THE CASE FOR A WEALTH TAX

Note: I apologize for the infrequent blog posting. I’m on sabbatical with out-of-town grandchildren visiting.

Note: If you find my posts too long or too dense to read on occasion, please just read the bolded portions. They present the key points I’m making and the most important information I’m sharing.

Recent revelations about how little federal income tax the ultrawealthy pay and how they legally avoid income tax liability make the case that a wealth tax is essential for a fair tax system. A fair tax system is necessary a) to provide sufficient funds for the public programs needed to serve the public and the public good, and b) to preserve public support for the tax system.

ProPublica, an independent, nonprofit newsroom that does investigative journalism in the public interest, has obtain and analyzed 15 years of data on the tax returns of thousands of the country’s wealthiest households. Its analyses show the wealthy pay very little in income taxes, perfectly legally, despite the fact that their wealth is growing by leaps and bounds. [1] (This post is largely a summary of this ProPublica reporting.)

The median American household earns about $70,000 a year and pays about 15% of this in income taxes. For the period from 2014 to 2018, a typical middle class American household paid a total (for these five years) of about $62,000 in federal income tax on total earnings of around $350,000. Meanwhile, its wealth, primarily the value of its home, grew by $65,000. Its effective tax rate on the combine total of earned income and increase in wealth was about 15%.

ProPublica’s detailed analysis of the 25 wealthiest Americans found that collectively their wealth increased by $401 billion in the five-year period from 2014 to 2018. Their earned income was tiny by comparison. They paid an aggregate total of $13.6 billion in federal income taxes. Their effective tax rate on the combined total of their earned income and increase in wealth was about 3.4% (versus the 15% paid by a typical middle-income taxpayer).

Another analysis found that in 2018, in comparison to their wealth, a typical middle-income household paid 75 times as much in income tax as those 25 ultrawealthy Americans. At the end of 2018, the 25 wealthiest Americans had an estimated wealth of $1.1 trillion and in 2018 paid federal income taxes of $1.9 billion. It would take 14.3 million typical American households to have this much wealth and those 14.3 million households paid federal income taxes of $143 billion in 2018.

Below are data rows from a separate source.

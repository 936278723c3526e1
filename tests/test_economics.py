"""Economics of a designed plant and the sink's fans and pumps, on real cases of the engine.

Checked against: the definitions of the capital recovery factor and the levelised cost (a
second reference: numpy-financial's pmt), the ideal-gas density of air (CoolProp's "Air", a
reference equation of state), the hydraulic power of a pump (m g H), and conservation (the
components add up to the total). Cost correlations themselves: tests/test_costs.py.
"""

from __future__ import annotations

import math

import pytest

from orcscreen.api import run_case
from orcscreen.study import study_from_dict

SOURCE = {"kind": "water", "inlet_temperature_C": 140.0, "mass_flow_kg_s": 20.0}


def _row(sink=None, economics=None, fluid="R245fa", layout="basic", source=None, **sections) -> dict:
    raw = {"source": source or SOURCE, "sink": sink or {"kind": "water"}, "fluids": {"include": [fluid]},
           "cycle": {"layouts": [layout]}, **sections}
    if economics is not None:
        raw["economics"] = economics
    case = next(iter(study_from_dict(raw).cases()))
    row = run_case(case)["row"]
    assert row["status"] == "ok", row["reason"]
    return row


def test_lcoe_is_the_annualised_cost_over_the_annual_energy():
    """LCOE = (CRF I + O&M) / E with CRF = i (1+i)^n / ((1+i)^n - 1) (standard annuity; the CRF
    also from numpy-financial: -pmt(i, n, 1)), E = net power x full-load hours."""
    npf = pytest.importorskip("numpy_financial")
    econ = {"discount_rate": 0.06, "lifetime_years": 20, "om_fraction": 0.025, "full_load_hours": 8000.0,
            "electricity_price_per_MWh": 90.0}
    row = _row(economics=econ)
    crf = float(-npf.pmt(0.06, 20, 1.0))
    assert crf == pytest.approx(0.06 * 1.06 ** 20 / (1.06 ** 20 - 1.0), rel=1e-12)
    invest = row["investment_total"]
    energy = row["net_power_kW"] * 8000.0 / 1e3
    assert row["annual_energy_MWh"] == pytest.approx(energy, rel=1e-12)
    assert row["lcoe_per_MWh"] == pytest.approx((crf * invest + 0.025 * invest) / energy, rel=1e-12)
    # the net present value at the price: the yearly margin over the annuity factor, less the investment
    npv = float(npf.pv(0.06, 20, -(90.0 * energy - 0.025 * invest))) - invest
    assert row["net_present_value"] == pytest.approx(npv, rel=1e-9)
    assert row["specific_investment_per_kW"] == pytest.approx(invest / row["net_power_kW"], rel=1e-12)


def test_components_add_up_to_the_total_and_cost_rises_with_size():
    """Conservation: the investment columns sum to investment_total. Larger source flow -> a
    larger plant -> a larger investment (every component of the default model rises with its
    UA, power or size parameter; Astolfi et al. 2014)."""
    rows = [_row(source={**SOURCE, "mass_flow_kg_s": m}, layout="recuperated") for m in (10.0, 20.0, 40.0)]
    for row in rows:
        parts = [row[k] for k in row if k.startswith("investment_") and k != "investment_total"]
        assert sum(p for p in parts if p == p) == pytest.approx(row["investment_total"], rel=1e-12)
    totals = [r["investment_total"] for r in rows]
    assert totals[0] < totals[1] < totals[2]
    # economy of scale: all exponents of the default model are below 1 and the size parameter's
    # 1.1 acts on a square root of the flow, so the specific investment falls with size
    spec = [r["specific_investment_per_kW"] for r in rows]
    assert spec[0] > spec[1] > spec[2]


def test_currency_and_cost_year_conversion():
    """The same plant in another currency and year: x rate x CEPCI(year) / CEPCI(2023) (annual
    averages 797.9 for 2023, 596.2 for 2020, as transcribed in orcscreen.costs.CEPCI)."""
    base = _row()
    other = _row(economics={"currency": "USD", "exchange_rates": {"EUR": 1.1}, "cost_year": 2020})
    assert other["investment_total"] == pytest.approx(base["investment_total"] * 1.1 * 596.2 / 797.9, rel=1e-12)


def test_fan_power_is_air_volume_flow_times_pressure_drop_over_efficiency():
    """Fan power = V_air dp / eta with V_air = m_air / rho(T_in, p) (fan law; the density of dry
    air from CoolProp's "Air" pseudo-pure fluid (Lemmon et al. 2000) as the reference, which the
    ideal-gas mixture matches to 0.1 % at ambient conditions)."""
    from CoolProp.CoolProp import PropsSI

    sink = {"kind": "air", "inlet_temperature_C": 25.0, "temperature_rise_K": 12.0, "fan_pressure_drop_Pa": 180.0,
            "aux_efficiency": 0.55}
    row = _row(sink=sink)
    rho = PropsSI("D", "T", 298.15, "P", 101325.0, "Air")
    expected_kW = row["sink_mass_flow_kg_s"] / rho * 180.0 / 0.55 / 1e3
    assert row["aux_power_kW"] == pytest.approx(expected_kW, rel=1e-3)


def test_cooling_water_pump_power_is_flow_times_g_times_head():
    """Pump power = m g H / eta (hydraulic power; g = 9.80665 m/s2, standard gravity)."""
    row = _row(sink={"kind": "water", "pump_head_m": 22.0, "aux_efficiency": 0.7})
    assert row["aux_power_kW"] == pytest.approx(row["sink_mass_flow_kg_s"] * 9.80665 * 22.0 / 0.7 / 1e3, rel=1e-9)


def test_a_fixed_fraction_replaces_the_fan_model():
    row = _row(sink={"kind": "air", "aux_power_per_kW_rejected": 0.012})
    assert row["aux_power_kW"] == pytest.approx(0.012 * row["heat_rejected_kW"], rel=1e-12)


def test_raising_the_fan_pressure_drop_lowers_the_net_power():
    """More fan work per kg of air costs net power, monotonically (energy balance: W_net =
    W_turbine - W_pump - W_fans, the condenser unchanged)."""
    net = [_row(sink={"kind": "air", "fan_pressure_drop_Pa": dp})["net_power_kW"] for dp in (0.0, 150.0, 300.0)]
    assert net[0] > net[1] > net[2]
    assert math.isfinite(net[2]) and net[2] > 0


def test_an_air_cooled_condenser_needs_far_more_area_than_a_water_cooled_one():
    """U of air-cooled bundles (25-50 W/(m2 K) on the finned area) against organic condensing on
    water (450-850): DiPippo, Geothermal Power Plants, Table 8.1; the areas differ by more than
    10x for the same duty class, and the basis is reported."""
    water, air = _row(), _row(sink={"kind": "air"})
    assert air["area_condenser_m2"] > 10 * water["area_condenser_m2"]
    assert (water["condenser_area_basis"], air["condenser_area_basis"]) == ("bare tube", "finned")


def test_the_area_based_model_costs_the_same_plant_differently_but_consistently():
    """The bare-module model (Turton et al.) prices in USD at CEPCI 397 (Sept. 2001) with the
    generator in EUR of 2014: with rates for both, every component is present and the total
    adds up."""
    row = _row(layout="recuperated", economics={"cost_model": "bare-module-2001", "currency": "EUR",
                                                "exchange_rates": {"USD": 0.9}})
    parts = {k: row[k] for k in row if k.startswith("investment_") and k != "investment_total"}
    assert all(parts[f"investment_{c}"] > 0 for c in ("evaporator", "condenser", "recuperator", "pump", "turbine",
                                                       "generator"))
    assert sum(parts.values()) == pytest.approx(row["investment_total"], rel=1e-12)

This disparity in income tax paid when wealth is factored in is the result of a 1920 Supreme Court decision where the Court ruled that the income tax laws as written apply only to income received in cash and not to an increase in wealth (i.e., the value of assets), unless assets are sold and cash (or other forms of proceeds) are received. Before this decision, the income tax had applied to increases in wealth.

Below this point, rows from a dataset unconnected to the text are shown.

"""Tests of the charts (orcscreen/plots.py) and of the Pareto and best-per-point helpers
(orcscreen/rank.py).

The charts are checked against the data they draw, taken from a small real run of the engine
(``orcscreen.api.run_case`` on a study of a few catalogue fluids): each chart must show exactly
the numbers of the rows and details, in the stated units. Where the engine's numbers themselves
have an outside reference, the test says so: the pinch marked on a T-Q diagram is compared with
the pinch set in the study (DESIGN.md section 3: the working-fluid flow is the largest that keeps
the evaporator pinch, and the condensing temperature the lowest that keeps the condenser pinch,
so without a minimum source outlet temperature both settings are met exactly; common practice
for pinch-limited screening).
The Pareto tests use hand-made tables whose front was worked out by hand.
"""

from __future__ import annotations

import json

import math
import re

import matplotlib.image as mpimg
import numpy as np
import pandas as pd
import pytest

from orcscreen import plots, rank
from orcscreen.figures import with_ts_data
from orcscreen.api import run_case
from orcscreen.study import study_from_dict

UNIT = re.compile(r"\[[^\]]+\]$")

# An invented scenario: 10 kg/s of hot water at 130 °C, cooling water at 20 °C (the study
# defaults: 10 K evaporator pinch, 5 K condenser pinch).
STUDY = {
    "study": {"name": "plot test"},
    "source": {"kind": "water", "inlet_temperature_C": 130, "mass_flow_kg_s": 10},
    "fluids": {"include": ["R245fa", "Isobutane", "n-Pentane", "CarbonDioxide"]},
    "cycle": {"layouts": ["basic", "recuperated"]},
}
PINCH_EVAPORATOR_K = 10.0
PINCH_CONDENSER_K = 5.0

This decision provided the wealthy with a huge loophole for tax avoidance. The ultrawealthy own billions of dollars worth of stock, often in companies they own or control. The 25 wealthiest Americans have seen the value of their stocks skyrocket in recent years. To minimize earned income (and income tax), they often take modest salaries from their companies; some take salaries of only $1.

Some of the ultrawealthy avoid having income (and therefore paying income tax) because they are able to pay their living expenses by borrowing large sums of money, sometimes billions of dollars, using their stock wealth as collateral for loans. These loans are not considered income and therefore are not subject to income tax. Furthermore, the interest on the loans is often tax deductible and can be used to offset (i.e., cancel out) income, reducing or eliminating taxable income and the amount of income tax owed.

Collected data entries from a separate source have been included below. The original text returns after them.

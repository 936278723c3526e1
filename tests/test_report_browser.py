"""Real-browser test of report.html: Debian's Chromium, headless, driven by Selenium through
Debian's chromedriver (W3C WebDriver protocol).

The report of a small real run is opened from disk; the test checks that the page renders with
no console errors (Chromium's browser log, level SEVERE: script errors, blocked or failed loads,
Content-Security-Policy violations), that every embedded figure decodes, that the ranking table
sorts when a header is clicked (ascending, then descending, numbers by value, text by name),
that a screenshot is not blank (pixel variance), and that on a common laptop screen (a window of
1366 x 768 pixels) the first data row of the ranking is on the first screen and the table needs
no horizontal scroll. Skipped, with the reason, only when chromium,
chromedriver or selenium is not installed (`.ci/run` installs them).
"""

from __future__ import annotations

import io
import shutil
from pathlib import Path

import matplotlib.image as mpimg
import pytest

from orcscreen import report
from orcscreen.batch import run_study
from orcscreen.study import study_from_dict

CHROMIUM = shutil.which("chromium") or shutil.which("chromium-browser")
CHROMEDRIVER = shutil.which("chromedriver")
if not CHROMIUM or not CHROMEDRIVER:
    pytest.skip("chromium and chromedriver are not installed (Debian: apt-get install -y chromium "
                "chromium-driver)", allow_module_level=True)
webdriver = pytest.importorskip("selenium.webdriver",
                                reason="selenium is not installed (pip install -e '.[test]')")
from selenium.webdriver.chrome.service import Service  # noqa: E402
from selenium.webdriver.common.by import By  # noqa: E402

FLAGS = ["--headless", "--no-sandbox", "--disable-gpu", "--disable-quic", "--no-first-run",
         "--disable-background-networking", "--disable-component-update", "--disable-sync",
         "--window-size=1280,1600"]

# Invented scenario, as in test_report: hot water at 130 °C, a few catalogue fluids.
STUDY = {
    "study": {"name": "browser test"},
    "source": {"kind": "water", "inlet_temperature_C": 130, "mass_flow_kg_s": 10},
    "fluids": {"include": ["R245fa", "Isobutane", "n-Pentane", "R1233zd(E)", "CarbonDioxide"]},
    "cycle": {"layouts": ["basic", "recuperated"]},
}


@pytest.fixture(scope="module")
def report_path(tmp_path_factory) -> Path:
    out = tmp_path_factory.mktemp("browser") / "run"
    run_study(study_from_dict(STUDY), out, jobs=1, progress=False)
    return report.build_report(out, top_n=2)


@pytest.fixture(scope="module")
def browser(tmp_path_factory):
    options = webdriver.ChromeOptions()
    options.binary_location = CHROMIUM
    for flag in FLAGS:
        options.add_argument(flag)
    options.add_argument(f"--user-data-dir={tmp_path_factory.mktemp('chromium-profile')}")
    options.set_capability("goog:loggingPrefs", {"browser": "ALL"})
    driver = webdriver.Chrome(options=options, service=Service(executable_path=CHROMEDRIVER))
    driver.set_page_load_timeout(60)
    try:
        yield driver
    finally:
        driver.quit()


@pytest.fixture(scope="module")
def page(browser, report_path):
    browser.get(report_path.as_uri())
    return browser


def _column(driver, table_id: str, index: int) -> list[str]:
    return driver.execute_script(
        "return Array.from(document.getElementById(arguments[0]).tBodies[0].rows)"
        ".map(r => r.cells[arguments[1]].textContent.trim());", table_id, index)


def _header(driver, table_id: str, text: str):
    heads = driver.find_elements(By.CSS_SELECTOR, f"#{table_id} thead th")
    names = [h.text.strip() for h in heads]
    assert text in names, names
    return names.index(text), heads[names.index(text)]


def test_page_renders_without_console_errors(page):
    errors = [e for e in page.get_log("browser") if e.get("level") == "SEVERE"]
    assert errors == [], errors
    assert page.title.endswith("orcscreen report")
    # the inline script ran to its end and found the sortable tables
    assert int(page.find_element(By.TAG_NAME, "body").get_attribute("data-sortable-ready")) >= 2
    images = page.execute_script(
        "return Array.from(document.images).map(i => [i.complete, i.naturalWidth]);")
    assert images and all(done and width > 500 for done, width in images), images


def test_ranking_table_sorts_when_a_header_is_clicked(page):
    col, head = _header(page, "ranking-table", "net power [kW]")
    before = [float(v) for v in _column(page, "ranking-table", col)]
    assert before == sorted(before, reverse=True)          # as written: rank order
    head.click()
    ascending = [float(v) for v in _column(page, "ranking-table", col)]
    assert ascending == sorted(before)
    assert head.get_attribute("aria-sort") == "ascending"
    head.click()
    descending = [float(v) for v in _column(page, "ranking-table", col)]
    assert descending == sorted(before, reverse=True)
    assert head.get_attribute("aria-sort") == "descending"

    col_rank, _ = _header(page, "ranking-table", "rank")
    name_col, name_head = _header(page, "ranking-table", "fluid")
    name_head.click()
    names = _column(page, "ranking-table", name_col)
    assert names == sorted(names, key=str.lower)
    assert names != _column(page, "ranking-table", col_rank)   # rows moved as wholes
    ranks = [int(v) for v in _column(page, "ranking-table", col_rank)]
    # every shown rank once (a layout without gain is folded away: its rank is not shown)
    assert len(set(ranks)) == len(ranks) and min(ranks) == 1


def test_problems_table_sorts_too(page):
    col, head = _header(page, "problems-table", "fluid")
    head.click()
    head.click()
    names = _column(page, "problems-table", col)
    assert names == sorted(names, key=str.lower, reverse=True)


def test_screenshot_is_not_blank(page, tmp_path):
    page.execute_script("window.scrollTo(0, 0);")
    png = page.get_screenshot_as_png()
    (tmp_path / "report.png").write_bytes(png)
    pixels = mpimg.imread(io.BytesIO(png), format="png")[..., :3]
    assert pixels.shape[0] > 500 and pixels.shape[1] > 500
    assert pixels.std() > 0.05                                   # not one flat colour
    assert (pixels.mean(axis=2) < 0.5).mean() > 0.005            # some dark ink (text)


def test_answer_on_the_first_screen_of_a_laptop(page):
    """Window 1366 x 768 (a common laptop screen): the ranking table's first data row ends above
    the bottom of the viewport without scrolling, and neither the table nor the page scrolls
    sideways."""
    try:
        page.set_window_size(1366, 768)
        page.execute_script("window.scrollTo(0, 0);")
        found = page.execute_script(
            "const t = document.getElementById('ranking-table');"
            "const row = t.tBodies[0].rows[0].getBoundingClientRect();"
            "const box = t.parentElement;"
            "return {bottom: row.bottom, top: row.top, height: window.innerHeight, width: window.innerWidth,"
            " tableWidth: t.scrollWidth, boxWidth: box.clientWidth, boxScroll: box.scrollWidth,"
            " pageWidth: document.documentElement.scrollWidth, scrollY: window.scrollY};")
        assert found["width"] <= 1366 and found["height"] <= 768, found
        assert found["scrollY"] == 0
        assert 0 < found["top"] < found["bottom"] < found["height"], found
        assert found["tableWidth"] <= found["boxWidth"] and found["boxScroll"] <= found["boxWidth"], found
        assert found["pageWidth"] <= found["width"], found
        # the columns a reader needs are in the table, none behind a scroll
        heads = [h.text.replace("\n", " ").strip() for h in page.find_elements(By.CSS_SELECTOR, "#ranking-table thead th")]
        for wanted in ("fluid", "layout", "net power [kW]", "high p [bar]", "cond. p [bar]", "SP [m]",
                       "safety class", "GWP100", "caution", "warnings"):
            assert wanted in heads, heads
    finally:
        page.set_window_size(1280, 1600)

The wealthy often avoid income tax by reducing taxable income with deductions. Deductions can be losses on various investments or business ventures, such as real estate or sports teams. Charitable contributions are another deduction that reduces taxable income. And, of course, if they do sell some of their stock or other assets, the profits on those sales, as well as the dividends and interest they get from their investments, are unearned income, which is taxed at a lower rate than earned income (if it isn’t eliminated by deductions).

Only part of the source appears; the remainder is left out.